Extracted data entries

+ + + + +

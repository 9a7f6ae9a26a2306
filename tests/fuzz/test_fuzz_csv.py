"""Fuzzing the two CSV readers: sounding profiles (``parcelcast.profiles.csv``) and station
temperature series (``parcelcast.io.station``).

Each input starts from a valid file and is damaged: cells replaced by awkward tokens
(``inf``, ``1e400``, ``nan``, text, huge or negative numbers), headers with other or unknown
units, rows dropped, repeated, reordered, lengthened or shortened, comment and blank lines,
a byte-order mark, text that is not UTF-8, or plain random bytes.  Each reader must return a
valid object (``fuzz_contract.check_profile`` / ``check_station_series``) or raise
parcelcast's own error naming the file.
"""

from __future__ import annotations

import pytest
from hypothesis import example, given
from hypothesis import strategies as st

from fuzz_contract import check_profile, check_station_series, fuzz_settings, read_bytes_as_file
from parcelcast.io.station import read_station_series
from parcelcast.profiles.csv import read_profile_csv

pytestmark = pytest.mark.slow

# A plausible mid-latitude sounding (invented numbers, close to the ICAO standard atmosphere)
PROFILE_HEADER = ["pressure_hPa", "height_m", "temperature_degC", "dewpoint_degC",
                  "wind_direction_deg", "wind_speed_kt"]
PROFILE_ROWS = [
    ["1000", "110", "15.0", "10.0", "180", "10"],
    ["925", "760", "11.0", "7.0", "200", "20"],
    ["850", "1460", "7.0", "2.0", "220", "25"],
    ["700", "3010", "-2.0", "-9.0", "240", "35"],
    ["500", "5570", "-21.0", "-31.0", "250", "50"],
    ["300", "9160", "-44.0", "-55.0", "260", "70"],
]
STATION_HEADER = ["time", "temperature_degC"]
STATION_ROWS = [[f"2019-03-01T{h:02d}:00Z", f"{5 + 0.5 * h:.1f}"] for h in range(0, 24, 3)]

#: cells people and programs write where a number should be
AWKWARD_CELLS = ["", " ", "nan", "NaN", "NA", "inf", "-inf", "+inf", "Infinity", "1e400",
                 "-1e400", "1e308", "-1e308", "1e-400", "0", "-0", "-999", "99999", "1,5",
                 "12.5.3", "abc", "None", "\u00e9t\u00e9", "0x10", "1_000", "--5", "\t7",
                 "\"12\"", "5e", "nan(0)", "\u221e", "3.4028235e38"]
UNITS = ["hPa", "Pa", "mb", "kPa", "bar", "K", "degC", "degF", "C", "m", "ft", "km", "kt",
         "m_s", "km_h", "deg", "percent", "fraction", "", "furlong", "s", "1", "%", "m s-1",
         "\u00b0C", "degC_", "_", "hPa hPa", "m**2", "log(Pa)"]
QUANTITIES = ["pressure", "height", "temperature", "dewpoint", "dew_point", "relative_humidity",
              "wind_direction", "wind_speed", "u", "v", "latitude", "longitude", "lat", "lon",
              "time", "time_utc", "pressure_", "temp", "\u00fcber", ""]
TIMES = ["2019-03-01T00:00Z", "2019-03-01T00:00", "2019-03-01 06:00+01:00", "2019-03-01",
         "2019-02-30T00:00", "2019-03-01T25:00", "99999-01-01", "1677-09-21", "2262-04-12",
         "0001-01-01", "NaT", "nat", "", "now", "today", "12", "1e400", "2019-W09-5",
         "2019-03-01T00:00:00.123456789123Z", "2019-03-01T00:00-25:00", "\u00e9"]

cell = st.one_of(
    st.sampled_from(AWKWARD_CELLS),
    st.sampled_from(["inf", "-inf", "1e400", "nan", "", "-1", "1e6"]),
    st.floats(allow_nan=True, allow_infinity=True).map(repr),
    st.integers(-10**30, 10**30).map(str),
    st.text(st.characters(blacklist_categories=["Cs"]), max_size=8),
)


@st.composite
def damaged_table(draw, header, rows, header_pool, cell_pool):
    """A CSV text (or bytes) made from ``header``/``rows`` with a few random edits (sparse,
    so that most inputs have one or two faults a reader might let through)."""
    header = list(header)
    body = [list(r) for r in rows]
    for _ in range(draw(st.integers(0, 3)) // 2):  # header edits: none half the time
        header[draw(st.integers(0, len(header) - 1))] = draw(header_pool)
    for _ in range(draw(st.integers(0, 3))):
        row = body[draw(st.integers(0, len(body) - 1))]
        row[draw(st.integers(0, len(row) - 1))] = draw(cell_pool)
    for _ in range(draw(st.integers(0, 4)) // 2):  # row edits
        k = draw(st.integers(0, len(body) - 1))
        action = draw(st.sampled_from(["drop", "twice", "short", "long"]))
        if action == "drop" and len(body) > 1:
            del body[k]
        elif action == "twice":
            body.insert(k, list(body[k]))
        elif action == "short":
            body[k] = body[k][:-1]
        elif action == "long":
            body[k] = body[k] + [draw(cell_pool)]
    if draw(st.integers(0, 4)) == 0:
        body = draw(st.permutations(body))
    lines = [",".join(header)] + [",".join(r) for r in body]
    for _ in range(draw(st.integers(0, 2))):
        at = draw(st.integers(0, len(lines)))
        lines.insert(at, draw(st.sampled_from(["", "# comment", "   ", ",,,,", "#", "\u00a0"])))
    text = draw(st.sampled_from(["\n", "\r\n", "\r"])).join(lines)
    if draw(st.integers(0, 9)) == 0:
        text = "\ufeff" + text
    encoding = draw(st.sampled_from(["utf-8"] * 8 + ["latin-1", "utf-16"]))
    data = text.encode(encoding, errors="replace")
    if draw(st.integers(0, 9)) == 0:  # a byte that is not UTF-8 somewhere
        at = draw(st.integers(0, len(data)))
        data = data[:at] + draw(st.sampled_from([b"\xff", b"\xe9", b"\x00", b"\xc3"])) + data[at:]
    if draw(st.integers(0, 19)) == 0:
        data = data[: draw(st.integers(0, len(data)))]  # cut short
    return data


profile_header_pool = st.builds(lambda q, u: f"{q}_{u}" if u else q,
                                st.sampled_from(QUANTITIES), st.sampled_from(UNITS))
station_header_pool = st.sampled_from(["time", "Time ", "TIME", "time_utc", "temperature_K",
                                       "temperature_degC", "temperature_degF", "temperature",
                                       "temperature_C", "", "t", "temperature_K,extra"])


@fuzz_settings(1500)
@given(data=damaged_table(PROFILE_HEADER, PROFILE_ROWS, profile_header_pool, cell))
def test_profile_csv_damaged(scratch, data):
    read_bytes_as_file(scratch / "sounding.csv", data, "profile CSV", read_profile_csv, check_profile)


@fuzz_settings(300)
@given(data=st.binary(max_size=400))
def test_profile_csv_random_bytes(scratch, data):
    read_bytes_as_file(scratch / "bytes.csv", data, "profile CSV", read_profile_csv, check_profile)


station_cell = st.one_of(cell, st.sampled_from(TIMES))


@fuzz_settings(1500)
@given(data=damaged_table(STATION_HEADER, STATION_ROWS, station_header_pool, station_cell))
@example(data=b"time,temperature_degC\r2019-03-01T00:00Z,5.0\r2262-04-12,8.0\r")  # found: a year
# past datetime64[ns]'s end wrapped round into the past
def test_station_csv_damaged(scratch, data):
    read_bytes_as_file(scratch / "station.csv", data, "station CSV", read_station_series, check_station_series)


@fuzz_settings(300)
@given(data=st.binary(max_size=400))
def test_station_csv_random_bytes(scratch, data):
    read_bytes_as_file(scratch / "bytes.csv", data, "station CSV", read_station_series, check_station_series)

+ + + + +

Tell me how many lines in the records above include the word "numbers"; the number is all that is needed.

- TASK OUTPUT: 2